Liberal blogs MIA on antiwar protests

Lefti on the News comments on something I’d noticed too, that the liberal blogosphere almost completely ignored the antiwar protests this past weekend. In fact, it’s a demonstrable fact that mainstream media gave the protests way more coverage than did progressive blogs.

For the most part, they [liberal blogs] completely ignored those hundreds of thousands of people. Not only didn’t they do anything to promote or even mention the demonstrations before they happened, which you might have expected if they really were against the war as many profess to be, they didn’t mention them after the fact either.

If someone thinks these demonstrations were a waste of time and accomplished nothing, they should use this opportunity to say so. Say something. Completely ignoring the actions of hundreds of thousands of people makes them even worse than the corporate media. Which is saying something.

A number of explanations come to mind.

1) Many liberal blogs aren’t really opposed to the war. Or they’re conflicted. In any case, their opposition to the war is tepid at best.

2) They don’t want to get too ‘radical’ or take a firm editorial stand because that might alienate readers and then their click-through revenue from BlogAds might drop. (Actually, it could go up. Every time I get more ‘radical’ here, readership increases. Go figure.)

3) They are focused on Democratic politics, on what the Right is doing, and what the other blogs are saying. It’s a big self-referential debating society without much actual action emerging from it, sort of a Mini-Me of the Sunday Talk shows.

Some no doubt have swallowed Right wing smears on ANSWER (of which I am a member) without investigating the facts. If they did, they’d see the smears are baseless. I’ll be happy to explain to anyone who asks.

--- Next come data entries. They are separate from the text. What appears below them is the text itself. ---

"""The chart of one well and constituent against its background: background values, the
prediction limit, each compliance value coloured and shaped by its status over the retest
sequence, and below it the well's Shewhart-CUSUM control chart. Used by the report and the
dashboard (same figure). Non-detects are drawn open at their detection limit.
"""

from __future__ import annotations

import pandas as pd
import plotly.graph_objects as go
from plotly.subplots import make_subplots

from tracescreen.vocabulary import SEQUENCE_COLOUR, SEQUENCE_LABEL, SEQUENCE_STATUSES, SEQUENCE_SYMBOL

BACKGROUND_COLOUR = "#7A7A7A"


def _pick(frame: pd.DataFrame, site_id: str, analyte: str, fraction: str) -> pd.DataFrame:
    if frame is None or frame.empty:
        return frame
    return frame[(frame["site_id"] == site_id) & (frame["analyte"] == analyte) & (frame["fraction"] == fraction)]


def background_points(tables: dict, site_id: str, analyte: str, fraction: str) -> pd.DataFrame:
    """The background values behind a compliance series' limit (the group's background wells for
    an interwell limit, the well's own baseline for an intrawell one)."""
    data = tables["well_data"]
    lim = _pick(tables["prediction_limits"], site_id, analyte, fraction)
    if lim.empty:
        return data.iloc[:0]
    row = lim.iloc[0]
    same = (data["analyte"] == analyte) & (data["fraction"] == fraction)
    if row["comparison"] == "interwell":
        return data[same & (data["period"] == "background") & (data["well_group"] == row["well_group"])]
    return data[same & (data["period"] == "baseline") & (data["site_id"] == site_id)]


def well_figure(tables: dict, site_id: str, analyte: str, fraction: str) -> go.Figure:
    """Background, limit, retest sequence and control chart of one compliance series."""
    chart = _pick(tables["control_charts"], site_id, analyte, fraction)
    rows = 2 if chart is not None and len(chart) else 1
    fig = make_subplots(rows=rows, cols=1, shared_xaxes=True, vertical_spacing=0.08,
                        row_heights=[0.65, 0.35][:rows] if rows == 2 else [1.0],
                        subplot_titles=(["Against background (µg/L)", "Control chart (standard deviations)"][:rows]))
    bg = background_points(tables, site_id, analyte, fraction)
    for nd, name in ((False, "background"), (True, "background, not detected (at DL)")):
        part = bg[bg["nondetect"] == nd]
        if len(part):
            fig.add_trace(go.Scatter(
                x=part["sampled_at"], y=part["value_ug_L"], mode="markers", name=name,
                marker=dict(color=BACKGROUND_COLOUR, symbol="circle-open" if nd else "circle", size=7),
                customdata=part["site_id"], hovertemplate="%{customdata} %{x|%Y-%m-%d}: %{y} µg/L"), row=1, col=1)
    lim = _pick(tables["prediction_limits"], site_id, analyte, fraction)
    seq = _pick(tables["retest_sequence"], site_id, analyte, fraction)
    if len(lim) and pd.notna(lim.iloc[0]["limit_ug_L"]):
        r = lim.iloc[0]
        xs = pd.concat([bg["sampled_at"], seq["sampled_at"]]) if len(seq) else bg["sampled_at"]
        if len(xs):
            fig.add_trace(go.Scatter(
                x=[xs.min(), xs.max()], y=[r["limit_ug_L"]] * 2, mode="lines",
                name=f"prediction limit {r['limit_ug_L']:.4g} µg/L ({r['method'].replace('_', ' ')}, {r['plan']})",
                line=dict(dash="dash", color="#333", width=1.5), hoverinfo="name"), row=1, col=1)
    for status in SEQUENCE_STATUSES:
        part = seq[seq["status"] == status]
        if len(part):
            fig.add_trace(go.Scatter(
                x=part["sampled_at"], y=part["compared_value_ug_L"], mode="markers",
                name=SEQUENCE_LABEL[status],
                marker=dict(color=SEQUENCE_COLOUR[status], symbol=SEQUENCE_SYMBOL[status], size=10,
                            line=dict(width=2, color=SEQUENCE_COLOUR[status])),
                customdata=part[["evaluation", "position"]].to_numpy(),
                hovertemplate="%{x|%Y-%m-%d}: %{y} µg/L, evaluation %{customdata[0]}, value %{customdata[1]}"),
                row=1, col=1)
    if rows == 2:
        fig.add_trace(go.Scatter(x=chart["sampled_at"], y=chart["z"], mode="lines+markers", name="standardised value z",
                                 line=dict(color="#1f5f8b")), row=2, col=1)
        fig.add_trace(go.Scatter(x=chart["sampled_at"], y=chart["cusum"], mode="lines+markers", name="CUSUM",
                                 line=dict(color="#8e2c6f", dash="dot")), row=2, col=1)
        x0, x1 = chart["sampled_at"].min(), chart["sampled_at"].max()
        for level, name, dash in ((chart["h"].iloc[0], "CUSUM decision interval h", "dash"),
                                  (chart["scl"].iloc[0], "Shewhart limit", "dot")):
            fig.add_trace(go.Scatter(x=[x0, x1], y=[level, level], mode="lines", name=f"{name} = {level:g}",
                                     line=dict(dash=dash, width=1, color="#444"), hoverinfo="name"), row=2, col=1)
        out = chart[chart["status"].isin(["resample_required", "confirmed_out_of_control"])]
        if len(out):
            fig.add_trace(go.Scatter(x=out["sampled_at"], y=out["z"], mode="markers", name="out of control",
                                     marker=dict(symbol="x", size=11, color=SEQUENCE_COLOUR["confirmed_exceedance"])),
                          row=2, col=1)
    fig.update_layout(title=f"{site_id}: {analyte} ({fraction})", template="plotly_white", height=360 + 200 * (rows - 1),
                      legend=dict(orientation="h", y=-0.15), margin=dict(l=60, r=20, t=60, b=40))
    return fig
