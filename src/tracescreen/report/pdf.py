"""The report as PDF: the printable HTML printed by headless Chromium.

Why the browser and not an HTML-to-PDF library: the PDF is then exactly what a reader gets from the
browser's own print of the HTML (one layout, tested once), Chromium follows the CSS paged media the
page uses (named landscape pages, repeated table headers, "Page n of N" margin boxes), and the
project already needs Chromium to draw the charts. WeasyPrint would add Pango and its own layout
engine, and cannot draw plotly charts by itself. Chromium runs without network access to outside
hosts (the page has no outside request anyway) and within :data:`TIMEOUT` seconds.
"""

from __future__ import annotations

import os
import subprocess
import tempfile
from pathlib import Path

from tracescreen.report.images import ReportError, find_browser

#: Seconds Chromium may take to print one report.
TIMEOUT = 300

FLAGS = ["--headless", "--disable-gpu", "--no-pdf-header-footer", "--no-first-run", "--disable-extensions",
         "--disable-background-networking", "--disable-sync", "--hide-scrollbars",
         "--host-resolver-rules=MAP * ~NOTFOUND , EXCLUDE localhost"]


def print_pdf(html_path: str | Path, pdf_path: str | Path, browser: str | None = None) -> Path:
    """Print an HTML file to PDF with headless Chromium (page size and orientation from the page's CSS).

    Raises
    ------
    ReportError
        No browser, or printing failed (the message gives the browser's last words).
    """
    browser = browser or find_browser()
    html_path, pdf_path = Path(html_path).resolve(), Path(pdf_path)
    pdf_path.parent.mkdir(parents=True, exist_ok=True)
    flags = FLAGS + (["--no-sandbox"] if hasattr(os, "geteuid") and os.geteuid() == 0 else [])
    with tempfile.TemporaryDirectory(prefix="tracescreen-pdf-") as profile:
        tmp = Path(profile) / "report.pdf"
        cmd = [browser, *flags, f"--user-data-dir={profile}", f"--print-to-pdf={tmp}", html_path.as_uri()]
        try:
            done = subprocess.run(cmd, capture_output=True, text=True, timeout=TIMEOUT, check=False)
        except subprocess.TimeoutExpired:
            raise ReportError(f"printing the PDF with {browser} took more than {TIMEOUT} s") from None
        if not tmp.is_file() or tmp.stat().st_size == 0:
            last = (done.stderr or done.stdout).strip().splitlines()[-1:] or ["no message"]
            raise ReportError(f"printing the PDF with {browser} failed (exit {done.returncode}): {last[0]}")
        pdf_path.write_bytes(tmp.read_bytes())
    return pdf_path
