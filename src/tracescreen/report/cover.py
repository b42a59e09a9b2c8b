"""The report's first page: title, client, project, site, prepared by, checked by, version, date, notes.

Given as command options or a small YAML file (options win over the file)::

    title: Kestrel catchment metals screening, 2017-2025
    client: Kestrel Catchment Board
    project: Annual monitoring review
    site: Greywacke Hill and Ashby wellfield
    prepared_by: A. Analyst
    checked_by: B. Reviewer
    version: "1.0"
    date: 2026-01-15
    notes: Draft for the client's comments.

Every field is optional; an empty one is left off the page. The text is the user's and is shown
as text (escaped in HTML, plain runs in Word).
"""

from __future__ import annotations

from dataclasses import dataclass, fields, replace
from datetime import date
from pathlib import Path


class CoverError(ValueError):
    """A cover file that cannot be used (message names the file and the key)."""


@dataclass(frozen=True)
class Cover:
    """What the first page says about the report.

    Attributes
    ----------
    title, client, project, site, prepared_by, checked_by, version, date, notes : str
        As given; ``date`` defaults to today (ISO 8601) when the report is written.
    """

    title: str = ""
    client: str = ""
    project: str = ""
    site: str = ""
    prepared_by: str = ""
    checked_by: str = ""
    version: str = ""
    date: str = ""
    notes: str = ""

    def rows(self) -> list[tuple[str, str]]:
        """The filled fields in page order as (label, text), the title left out."""
        labels = {"client": "Client", "project": "Project", "site": "Site", "prepared_by": "Prepared by",
                  "checked_by": "Checked by", "version": "Version", "date": "Date", "notes": "Notes"}
        return [(label, getattr(self, key)) for key, label in labels.items() if getattr(self, key)]

    def with_defaults(self, title: str) -> Cover:
        """This cover with ``title`` where none was given and today's date where none was given."""
        return replace(self, title=self.title or title, date=self.date or date.today().isoformat())


FIELDS = tuple(f.name for f in fields(Cover))


def load_cover(path: str | Path | None = None, **options) -> Cover:
    """The cover from a YAML file (optional) and options (``None`` options are ignored; options win).

    Raises
    ------
    CoverError
        The file cannot be read, is not a mapping, or has a key that is not a cover field.
    """
    values: dict[str, str] = {}
    if path is not None:
        import yaml

        from tracescreen._internal.yamlfiles import SAFE_LOADER

        p = Path(path)
        try:
            data = yaml.load(p.read_text(encoding="utf-8"), Loader=SAFE_LOADER) or {}
        except OSError as exc:
            raise CoverError(f"{p}: cannot read the cover file ({exc.strerror or exc})") from None
        except yaml.YAMLError as exc:
            raise CoverError(f"{p}: not valid YAML ({str(exc).splitlines()[0]})") from None
        if not isinstance(data, dict):
            raise CoverError(f"{p}: expected keys such as title, client, project (a mapping), got {type(data).__name__}")
        unknown = sorted(str(k) for k in data if k not in FIELDS)
        if unknown:
            raise CoverError(f"{p}: unknown key(s) {', '.join(unknown)}; the cover's keys are {', '.join(FIELDS)}")
        values = {str(k): "" if v is None else str(v).strip() for k, v in data.items()}
    values.update({k: str(v).strip() for k, v in options.items() if v is not None and k in FIELDS})
    return Cover(**values)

Yes, some people have a problem with ANSWER (and if they do, they ought to get over it. Any “problem” they have with ANSWER should pale in comparison to the problem they should have with imperialism and its murderous wars of aggression). But only a tiny fraction of the 500 demonstrations (albeit the three largest, in San Francisco, Los Angeles, and Chicago) were organized by ANSWER, so there was plenty to write about even ignoring ANSWER if they wanted to do so.

Leaving comments to blog posts won’t end the war, nor will chattering endlessly about what the Right is saying. Organizing and taking action will.

One comment

  1. The blogs and websites are merely the trumpet call to arms, the battle is in public with real people in real situations. We must never forget that the street is where politics come alive, in the everyday lives of ordinary people, but we do need that trumpet call loud and clear and often.